Collected data entries
************

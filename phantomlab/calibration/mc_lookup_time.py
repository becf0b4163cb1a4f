"""Time- and frequency-domain Monte Carlo lookups built on a stored baseline (layer 3).

A baseline keeps, for every photon that left the top face of a half-space run at (μa_ref,
μs_ref), its exit radius ρᵢ and path length Lᵢ.  In a homogeneous medium with g and the
indices fixed, the time-resolved reflectance has the scaling form

    R(ρ, t; μa, μs) = μs³ v F(ρ μs, v t μs) e^(−μa v t)                       (1)

with v = c/n, F(u, τ) the reflectance of the non-absorbing medium per unit area and per unit
path in units of the scattering length (u = ρμs, τ = Lμs), and e^(−μa v t) the Beer–Lambert
weight of the path L = v t (the scaling relation of Graaff et al. 1993 with the absorption
re-weighting of Kienle & Patterson 1996, as in :mod:`phantomlab.transport.montecarlo.baseline`;
for time-resolved data both are exact, with no restriction on μa beyond the baseline's reach in
time).  Each stored photon enters F at (ρᵢμs_ref, Lᵢμs_ref) with weight e^(μa_ref Lᵢ) (it
survived the reference absorption with probability e^(−μa_ref Lᵢ)).

F is tabulated on cells of about 10 % in u and 4 % in τ, in the coordinates (log u,
s = log(τ/u²)): s is the similarity variable of diffusion, in which the peak of a curve far
from the source stays at one s (τ_peak ≈ 0.3 (1 − g) u²), so a kernel wide in log u at fixed s
follows the curves' shape instead of cutting across their rising edges.  F is smoothed as a
ratio to the time-resolved diffusion model of the same medium (``kienle1997`` of
:mod:`phantomlab.transport.time_domain` at μa = 0, integrated over each cell, a smooth control
as in :mod:`phantomlab.calibration.mc_lookup`): log(F_MC/F_diffusion) varies slowly except at
the earliest times, and is smoothed by a local-linear kernel regression in (log u, s)
(Cleveland 1979) with weights from the photon counts; log F is then a bicubic spline.  The
kernel is 0.12 wide in log u and 0.06 in s, and wider where the ratio is smooth: 0.3 in log u
beyond 10 transport lengths once the curve has peaked (0.12 nearer than 3, blended between),
and 0.2 in s from six times the peak time on (0.06 before twice it).  Measured on quarters of
a 3-million-photon baseline fitted to independent Monte Carlo data
(tests/calibration/fixtures/mc_td_half_space.npz), the wider kernels brought the spread of
μa at μs′/μa = 1000 (20 mm) from 5.6 to 3.9 %; a wide kernel in log u on the rising edge
biased μs′ at μs′/μa = 10 by −18 %, hence none there.  The relative standard error of each
smoothed node (counting statistics through the kernel weights) is kept for the fit, which
adds it to the data's variance, correlated over the kernel's width
(:meth:`TimeResolvedLookup.tau_bandwidth_at`), and so is the size of each node's smoothing
bias, the plug-in ½ h² f'' of a local-linear Gaussian-kernel fit (Fan & Gijbels 1996,
*Local Polynomial Modelling and Its Applications*, eq. 3.10) with f'' from second differences
of the smoothed table (:meth:`TimeResolvedLookup.relative_bias`): a few per cent on the
earliest rise, 0.1–0.3 % after the peak.

The frequency-domain lookup is the Fourier transform of (1) term by term:

    R̃(ρ, ω) = ∫ R(ρ, t) e^(−iωt) dt = μs² ∫ F(ρμs, τ) e^(−(μa + iω/v) τ/μs) dτ            (2)

integrated on the table's τ grid (trapezoid in log τ) from the same smooth F.

References
----------
Graaff R et al. 1993, Appl Opt 32:426–434, doi:10.1364/AO.32.000426.
Kienle A, Patterson MS 1996, Phys Med Biol 41:2221–2227, doi:10.1088/0031-9155/41/10/026.
Cleveland WS 1979, J Am Stat Assoc 74:829–836, doi:10.1080/01621459.1979.10481038.
"""

from __future__ import annotations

************

Would you retype the lines of the data above, from the one holding "smoothed node (counting" through its final line, exactly and without adding any other line?

**Exercise solution:**
smoothed node (counting statistics through the kernel weights) is kept for the fit, which
adds it to the data's variance, correlated over the kernel's width
(:meth:`TimeResolvedLookup.tau_bandwidth_at`), and so is the size of each node's smoothing
bias, the plug-in ½ h² f'' of a local-linear Gaussian-kernel fit (Fan & Gijbels 1996,
*Local Polynomial Modelling and Its Applications*, eq. 3.10) with f'' from second differences
of the smoothed table (:meth:`TimeResolvedLookup.relative_bias`): a few per cent on the
earliest rise, 0.1–0.3 % after the peak.

The frequency-domain lookup is the Fourier transform of (1) term by term:

    R̃(ρ, ω) = ∫ R(ρ, t) e^(−iωt) dt = μs² ∫ F(ρμs, τ) e^(−(μa + iω/v) τ/μs) dτ            (2)

integrated on the table's τ grid (trapezoid in log τ) from the same smooth F.

References
----------
Graaff R et al. 1993, Appl Opt 32:426–434, doi:10.1364/AO.32.000426.
Kienle A, Patterson MS 1996, Phys Med Biol 41:2221–2227, doi:10.1088/0031-9155/41/10/026.
Cleveland WS 1979, J Am Stat Assoc 74:829–836, doi:10.1080/01621459.1979.10481038.
"""

from __future__ import annotations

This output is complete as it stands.